Michael Brander, Verizon Wireless vice president of sales for utility and industrial markets, said emerging fourth generation wireless technologies will provide powerful new capabilities to utilities. "Now, an order of magnitude increase in broadband capability is about to hit the market," Brander said.
Marzio P. Pozzuoli, president and CEO of RuggedCom, said that wireless will have broad use at utilities. "Wireless technologies will have to support more than just the communications needs of smart metering applications," Pozzuoli said. "There is the potential for a quad play for wireless in smart grid applications." He defined the four realms to be served by wireless as smart meters, distributed automation, SCADA and mobile workforce managment. "This in and of itself is a killer app," he said.

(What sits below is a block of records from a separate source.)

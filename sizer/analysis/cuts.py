"""Internal actions at any cut by the method of sections: minus the resultant of every load and
reaction on the left segment [0, x], line loads integrated exactly, moments taken about the cut.
Actions on the +x face of the left segment (N, Vy, Vz, T in N and N*m; My, Mz in N*m):
    N = -sum fx,  Vy = -sum fy,  Vz = -sum fz,  T = -sum mx,
    Mz = -sum mz - sum (a - x) fy,  My = -sum my + sum (a - x) fz.
"""

from __future__ import annotations

import math
from typing import Sequence

import numpy as np
from numpy.typing import ArrayLike

from sizer.analysis.loads import Lines, Points

SIDES: tuple[str, ...] = ("left", "right")


def as_stations(x: ArrayLike, length: float, tol: float) -> np.ndarray:
    """x as a 1-D float array, checked to lie on the member."""
    xs = np.atleast_1d(np.asarray(x, dtype=float)).ravel()
    if xs.size and (not np.all(np.isfinite(xs)) or xs.min() < -tol or xs.max() > length + tol):
        raise ValueError(f"stations must lie on the member, 0 to {length:g} m")
    return xs


def right_side(side: str | ArrayLike, n: int) -> np.ndarray:
    """Bool (n,): True where the value just right of x is wanted. `side`: "left", "right" or an
    array of those, one per station."""
    if isinstance(side, str):
        if side not in SIDES:
            raise ValueError(f"side must be one of {SIDES}, got {side!r}")
        return np.full(n, side == "right")
    sides = np.asarray(side)
    if sides.shape != (n,) or not np.all(np.isin(sides, SIDES)):
        raise ValueError(f"side must be 'left', 'right' or an array of those with one per station ({n})")
    return sides == "right"


def section_actions(sources: Sequence[tuple[Points, Lines] | None], weights: np.ndarray, xs: np.ndarray, right: np.ndarray,
                     tol: float) -> np.ndarray:
    """(C, n, 6) N, Vy, Vz, T, My, Mz on the +x face of the left segment [0, x] for the C load sets
    weights (C, S) @ sources (S sets of concentrated items and line loads; None: nothing).
    Minus the resultant of the items (at a < x, or a <= x where `right`) and line loads on [0, x],
    moments about the cut: Mz = -sum mz - sum (a - x) Fy, My = -sum my + sum (a - x) Fz."""
    n_sets = weights.shape[0]
    used = [(j, src) for j, src in enumerate(sources) if src is not None]
    at = np.concatenate([src[0].at for _, src in used]) if used else np.zeros(0)
    forces = np.concatenate([src[0].forces[:, None, :] * weights[:, j][None, :, None] for j, src in used]) if used else np.zeros((0, n_sets, 6))
    cut = np.where(right[:, None], at[None, :] <= xs[:, None] + tol, at[None, :] < xs[:, None] - tol).astype(float)
    # columns 0-5: sum of F; 6-8: sum of a * F (forces only), over the items left of each cut
    totals = contract(cut, np.concatenate([forces, at[:, None, None] * forces[:, :, :3]], axis=2))  # (n, C, 9)
    lines = [(j, src[1]) for j, src in used if len(src[1].start)]
    if lines:
        start = np.concatenate([ln.start for _, ln in lines])
        end = np.concatenate([ln.end for _, ln in lines])
        q0 = np.concatenate([ln.q0[:, None, :] * weights[:, j][None, :, None] for j, ln in lines])  # (J, C, 4)
        slope = np.concatenate([ln.slope[:, None, :] * weights[:, j][None, :, None] for j, ln in lines])
        u = np.clip(xs[:, None], start[None, :], end[None, :]) - start[None, :]
        lever = start[:, None, None]
        # resultant: u q0 + u^2/2 slope; its first moment about x = 0: u lever q0 + u^2/2 (lever slope + q0) + u^3/3 slope
        powers = np.concatenate([u, u * u / 2, u**3 / 3], axis=1)  # (n, 3J)
        zero = np.zeros_like(q0)
        resultant = np.concatenate([q0, slope, zero])
        moment = np.concatenate([lever * q0, lever * slope + q0, slope])[:, :, :3]
        from_lines = contract(powers, np.concatenate([resultant, moment], axis=2))  # (n, C, 7)
        totals[:, :, :4] += from_lines[:, :, :4]
        totals[:, :, 6:] += from_lines[:, :, 4:]
    sums, first = totals[:, :, :6], totals[:, :, 6:]
    out = np.empty((n_sets, xs.size, 6))
    x = xs[:, None]
    out[:, :, :4] = -sums[:, :, :4].transpose(1, 0, 2)
    out[:, :, 4] = (-sums[:, :, 4] + first[:, :, 2] - x * sums[:, :, 2]).T
    out[:, :, 5] = (-sums[:, :, 5] - first[:, :, 1] + x * sums[:, :, 1]).T
    return out + 0.0  # no negative zeros


def contract(a: np.ndarray, b: np.ndarray) -> np.ndarray:
    """(n, C, d) sums over k of a (n, k) times b (k, C, d): one matrix product."""
    return (a @ b.reshape(b.shape[0], math.prod(b.shape[1:]))).reshape((a.shape[0],) + b.shape[1:])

Paul Budde, executive director of Smart Grid Australia, said that this week he reported to the United Nations about how wireless communications can help bring electricity to remote, regions in Africa. A few solar units, integrated with communications technologies, can lead to the emergence of small but effective new power companies in regions of the world desperately needing energy, he said.
As communications technologies play an ever-expanding role in utilities, the question of communications networks' security looms large. Moroney asked, "How do we secure all these new wireless networks?" He answered his own question, saying that utilities are staffed with problem solvers dedicated to isolating threats to their systems, removing the threats and then making their systems more robust.